# International 414, help please



## Dave51 (Dec 16, 2010)

My friend has an old international 414 from UK. Something seems wrong with the clutch or transmission. The Tractor will start with the clutch in but the engine dies when you let the clutch out , even in neutral. IN order to keep the engine running you have to stand on the clutch. Is there some sort of lockout on the clutch to prevent the engine from starting without depressing the clutch, and if so could this be stuck so that the engine will not run without depressing the clutch, I don't have any idea, please help


----------



## GreenFlyer (Feb 4, 2010)

I do not know if a tractor that old has a pto/seat 'safety' switch. Could be a retro-fit? Usually that is the culprit if the clutch is let out and the engine shuts down. Are there any wires underneath the seat that connect directly under the operator? Start looking there. I found this link but it does not offer any real electrical info. http://lcata.com/Billscott1.jpg


----------



## Dave51 (Dec 16, 2010)

*Thanks*

I don't think so but I will look tomorrow, I do know that when you try to start it without depressing the clutch there is a mechanical lock out of some sort that prevents the engine from turning over even in neutral, the tractor sat all summer maybe something stuck in there...??


----------



## GreenFlyer (Feb 4, 2010)

Definitely check there too.


----------



## Dave51 (Dec 16, 2010)

No safety switch, wheels were locked solid, nothing moving even in neutral, hooked to it with chain and drug the rear wheels with the tractor in neutral and me standing on the clutch.
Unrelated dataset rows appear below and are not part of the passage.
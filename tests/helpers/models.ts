/** Invented models that more than one test file builds on; each test's header says what it reads from them. */

/**
 * One uniform steel shaft "line" (G = 79.3 GPa, allowable shear 55 MPa, solid d = 50 mm) of two segments
 * of 500 mm, fixed at both ends ("A" at z = 0, "B" at 1 m), with torques "T1" of 360 N·m at 300 mm and
 * "T2" of −600 N·m at 700 mm. Invented; a new object on every call, so a test may change its copy.
 */
export function fixedBarTwoTorques(name: string) {
  return {
    format: 'shaftnet/1',
    name,
    materials: [{ id: 'steel', G: '79.3 GPa', allowableShear: '55 MPa' }],
    sections: [{ id: 'd50', shape: 'solid', d: '50 mm' }],
    shafts: [{ id: 'line', segments: [{ length: '500 mm', section: 'd50', material: 'steel' }, { length: '500 mm', section: 'd50', material: 'steel' }] }],
    supports: [
      { id: 'A', shaft: 'line', at: 0, kind: 'fixed' },
      { id: 'B', shaft: 'line', at: '1 m', kind: 'fixed' },
    ],
    torques: [
      { id: 'T1', shaft: 'line', at: '300 mm', torque: '360 N*m' },
      { id: 'T2', shaft: 'line', at: '700 mm', torque: '-600 N*m' },
    ],
  };
}
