import { LitElement, css, html, nothing, svg } from 'lit';
import { stepCursor, valueAt } from './diagram-readout.js';
import { type FieldKind, type UnitSystem, displayUnit, formatNumber, formatQuantity, prettyUnit, toDisplay } from './units.js';
import { chartStyles } from './shared-styles.js';
import { linearScale, niceTicks } from './chart-scale.js';

const PW = 680; // px, viewBox width
const PH = 150; // px, viewBox height
const ML = 58; // px, left margin for tick labels
const MR = 12;
const MT = 20;
const MB = 28;

/** A local value marked on a diagram beside its curve (a stress raiser's local peak), SI. */
export interface PlotPeak { z: number; value: number; label: string }

/** An envelope band behind the line: lower and upper values over z (SI), as `cases-results.ts` builds it. */
export interface PlotBand { z: readonly number[]; lo: readonly number[]; hi: readonly number[] }

/** Detail of `sn-cursor`: the z (m) to read the diagrams at, or null to stop reading. */
export interface CursorDetail { z: number | null }

/**
 * A diagram of one quantity along a shaft's z: a line through the given points
 * (two points at one z draw a jump), shaded to zero, with the governing point
 * marked and labelled, and any local peaks (a stress raiser's) marked by a
 * diamond on a stem from the curve, labelled "local peak". Values come in SI and are shown in the system's units.
 * A cursor (a vertical line with the value) follows the pointer, or ← → Home End
 * when the diagram has the focus; the parent reads all diagrams of a shaft at it.
 *
 * @fires sn-cursor - {z}: the pointer or a key moved the cursor (null: it left)
 */
export class SnPlot extends LitElement {
  static override styles = [chartStyles, css`
    .mark { font-size: 11.5px; font-weight: 600; paint-order: stroke; stroke: #fff; stroke-width: 3px; }
    .cursor { font-size: 11.5px; font-weight: 600; fill: #1d3a4a; paint-order: stroke; stroke: #fff; stroke-width: 3px; }
    svg:focus { outline: 2px solid #2b6f8e; outline-offset: 1px; }
    svg:focus-visible { outline: 2px solid #2b6f8e; }
  `];

  static override properties = {
    z: { attribute: false },
    values: { attribute: false },
    kind: { type: String },
    system: { type: String },
    label: { type: String },
    color: { type: String },
    markIndex: { type: Number },
    breaks: { attribute: false },
    cursor: { attribute: false },
    peaks: { attribute: false },
    band: { attribute: false },
  };

  declare z: readonly number[];
  declare values: readonly number[];
  /** Field kind of the values (torque, angle, stress). */
  declare kind: FieldKind;
  declare system: UnitSystem;
  declare label: string;
  declare color: string;
  /** Index of the governing point to mark, or -1. */
  declare markIndex: number;
  /** z of segment boundaries, drawn as faint verticals. */
  declare breaks: readonly number[];
  /** z (m) of the reading cursor, or null. */
  declare cursor: number | null;
  /** Local peaks to mark beside the curve (they widen the value axis to fit). */
  declare peaks: readonly PlotPeak[];
  /** The envelope over all combinations, drawn as a shaded band with the line inside it; null: none. */
  declare band: PlotBand | null;

  constructor() {
    super();
    this.z = [];
    this.values = [];
    this.kind = 'torque';
    this.system = 'si';
    this.label = '';
    this.color = '#2b6f8e';
    this.markIndex = -1;
    this.breaks = [];
    this.cursor = null;
    this.peaks = [];
    this.band = null;
  }

  override render() {
    if (this.z.length === 0) return nothing;
    const xs = this.z.map((z) => toDisplay(z, 'length', this.system));
    const ys = this.values.map((v) => toDisplay(v, this.kind, this.system));
    const x0 = Math.min(...xs);
    const x1 = Math.max(...xs, x0 + 1e-12);
    const py = this.peaks.map((p) => toDisplay(p.value, this.kind, this.system));
    const band = this.band && this.band.z.length ? this.band : null;
    const blo = band ? band.lo.map((v) => toDisplay(v, this.kind, this.system)) : [];
    const bhi = band ? band.hi.map((v) => toDisplay(v, this.kind, this.system)) : [];
    let y0 = Math.min(0, ...ys, ...py, ...blo);
    let y1 = Math.max(0, ...ys, ...py, ...bhi);
    if (y1 - y0 < 1e-12 * Math.max(1, Math.abs(y1))) {
      y0 -= 1;
      y1 += 1;
    }
    const pad = (y1 - y0) * 0.08;
    y0 -= y0 < 0 ? pad : 0;
    y1 += pad;
    const X = linearScale(x0, x1, ML, PW - MR);
    const Y = linearScale(y0, y1, PH - MB, MT);
    const pts = xs.map((x, i) => `${X(x).toFixed(2)},${Y(ys[i]).toFixed(2)}`).join(' ');
    const area = `${X(xs[0]).toFixed(2)},${Y(0).toFixed(2)} ${pts} ${X(xs[xs.length - 1]).toFixed(2)},${Y(0).toFixed(2)}`;
    const bandPts = band
      ? [
          ...band.z.map((z, i) => `${X(toDisplay(z, 'length', this.system)).toFixed(2)},${Y(bhi[i]).toFixed(2)}`),
          ...band.z.map((z, i) => `${X(toDisplay(z, 'length', this.system)).toFixed(2)},${Y(blo[i]).toFixed(2)}`).reverse(),
        ].join(' ')
      : '';
    const yt = niceTicks(y0, y1, 4);
    const xt = niceTicks(x0, x1, 8);
    const mi = this.markIndex;
    const unit = prettyUnit(displayUnit(this.kind, this.system));
    const cz = this.cursor;
    const cv = cz === null ? null : valueAt(this.z, this.values, cz);
    const cx = cz === null ? 0 : X(toDisplay(cz, 'length', this.system));
    const cursor =
      cz !== null && cv !== null
        ? svg`<g class="readout" data-z=${cz} data-value=${cv}>
            <line x1=${cx} x2=${cx} y1=${MT} y2=${PH - MB} stroke="#1d3a4a" stroke-width="1" stroke-dasharray="4 2"/>
            <circle cx=${cx} cy=${Y(toDisplay(cv, this.kind, this.system))} r="3.5" fill="#1d3a4a"/>
            <text class="cursor" x=${cx > PW / 2 ? cx - 6 : cx + 6} y=${MT + 10} text-anchor=${cx > PW / 2 ? 'end' : 'start'}>${formatQuantity(cv, this.kind, this.system, 4)}</text>
          </g>`
        : nothing;
    const mark =
      mi >= 0 && mi < xs.length
        ? svg`<g class="gov" data-z=${this.z[mi]} data-value=${this.values[mi]}>
            <circle cx=${X(xs[mi])} cy=${Y(ys[mi])} r="4.5" fill="#fff" stroke="#b3261e" stroke-width="2"/>
            <text class="mark" x=${X(xs[mi]) > PW / 2 ? X(xs[mi]) - 7 : X(xs[mi]) + 7} text-anchor=${X(xs[mi]) > PW / 2 ? 'end' : 'start'}
              y=${Y(ys[mi]) < MT + 14 ? Y(ys[mi]) + 15 : Y(ys[mi]) - 7} fill="#b3261e">
              ${formatQuantity(this.values[mi], this.kind, this.system, 4)} at z = ${formatQuantity(this.z[mi], 'length', this.system, 4)}
            </text>
          </g>`
        : nothing;
    const peaks = this.peaks.map((p, k) => {
      const x = X(toDisplay(p.z, 'length', this.system));
      const y = Y(py[k]);
      const onCurve = valueAt(this.z, this.values, p.z);
      const yc = onCurve === null ? Y(0) : Y(toDisplay(onCurve, this.kind, this.system));
      // The label goes away from the governing point's own label where there is room (about 160 px of text).
      const gx = mi >= 0 && mi < xs.length ? X(xs[mi]) : null;
      const roomLeft = x - ML >= 160;
      const roomRight = PW - MR - x >= 160;
      const right = gx === null ? x < PW * 0.6 : gx > x ? !roomLeft : roomRight;
      return svg`<g class="peak" data-z=${p.z} data-value=${p.value}>
        <line x1=${x} x2=${x} y1=${yc} y2=${y} stroke="#8c1d18" stroke-width="1.2" stroke-dasharray="2 2"/>
        <path d="M${x} ${y - 6} l5 6 l-5 6 l-5 -6 Z" fill="#fff" stroke="#8c1d18" stroke-width="1.6"/>
        <text class="mark" x=${right ? x + 8 : x - 8} y=${y < MT + 14 ? y + 14 : y - 4} text-anchor=${right ? 'start' : 'end'} fill="#8c1d18">${p.label}: ${formatQuantity(p.value, this.kind, this.system, 3)}</text>
      </g>`;
    });
    return html`<svg viewBox="0 0 ${PW} ${PH}" role="img" tabindex="0"
      aria-label=${`${this.label}; pointer or arrow keys read the value at any z`}
      @pointermove=${this.onPointer} @pointerleave=${this.onLeave} @keydown=${this.onKey} @blur=${this.onLeave}>
      <text class="title" x=${ML} y="13">${this.label} [${unit}]</text>
      ${yt.map((t) => svg`<line x1=${ML} x2=${PW - MR} y1=${Y(t)} y2=${Y(t)} stroke="#e4e0d8"/>
        <text class="tick" x=${ML - 5} y=${Y(t) + 3} text-anchor="end">${formatNumber(t, 4)}</text>`)}
      ${this.breaks.map((b) => svg`<line x1=${X(toDisplay(b, 'length', this.system))} x2=${X(toDisplay(b, 'length', this.system))} y1=${MT} y2=${PH - MB} stroke="#d6d1c7" stroke-dasharray="3 3"/>`)}
      ${xt.map((t) => svg`<text class="tick" x=${X(t)} y=${PH - MB + 13} text-anchor="middle">${formatNumber(t, 4)}</text>`)}
      <text class="tick" x=${PW - MR} y=${PH - 3} text-anchor="end">z [${prettyUnit(displayUnit('length', this.system))}]</text>
      ${band
        ? svg`<g class="band" data-lo=${Math.min(...band.lo)} data-hi=${Math.max(...band.hi)}>
            <title>Envelope of all combinations: ${formatQuantity(Math.min(...band.lo), this.kind, this.system, 4)} to ${formatQuantity(Math.max(...band.hi), this.kind, this.system, 4)}</title>
            <polygon points=${bandPts} fill=${this.color} fill-opacity="0.2" stroke=${this.color} stroke-opacity="0.55" stroke-width="1" stroke-dasharray="3 2" />
          </g>`
        : svg`<polygon points=${area} fill=${this.color} fill-opacity="0.13" />`}
      <line x1=${ML} x2=${PW - MR} y1=${Y(0)} y2=${Y(0)} stroke="#6b665e" />
      <polyline points=${pts} fill="none" stroke=${this.color} stroke-width="1.8" stroke-linejoin="round" />
      ${mark} ${peaks} ${cursor}
    </svg>`;
  }

  private zRange(): [number, number] {
    return [Math.min(...this.z), Math.max(...this.z)];
  }

  private onPointer(e: PointerEvent): void {
    const svgEl = e.currentTarget as SVGSVGElement;
    const box = svgEl.getBoundingClientRect();
    if (box.width <= 0) return;
    const x = ((e.clientX - box.left) / box.width) * PW;
    const [z0, z1] = this.zRange();
    const frac = (x - ML) / (PW - ML - MR);
    this.fireCursor(frac < 0 || frac > 1 ? null : z0 + frac * (z1 - z0));
  }

  private onLeave(): void {
    this.fireCursor(null);
  }

  private onKey(e: KeyboardEvent): void {
    const [z0, z1] = this.zRange();
    const next = stepCursor(e.key, e.shiftKey, this.cursor, z0, z1);
    if (next === null) return;
    e.preventDefault();
    this.fireCursor(next);
  }

  private fireCursor(z: number | null): void {
    this.dispatchEvent(new CustomEvent<CursorDetail>('sn-cursor', { detail: { z }, bubbles: true, composed: true }));
  }
}

customElements.define('sn-plot', SnPlot);

declare global {
  interface HTMLElementTagNameMap {
    'sn-plot': SnPlot;
  }
}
We took the gearshift lever out to get to the top of the trannie, pried back and forth on the shifting sleeves, put it back together , fired it up and pulled a few logs around the yard , worked the very best., beats the heck out of me but that thing was locked up tighter than old scrooges safe at Christmas time and now it works...


----------



## GreenFlyer (Feb 4, 2010)

Awesome, dude.


----------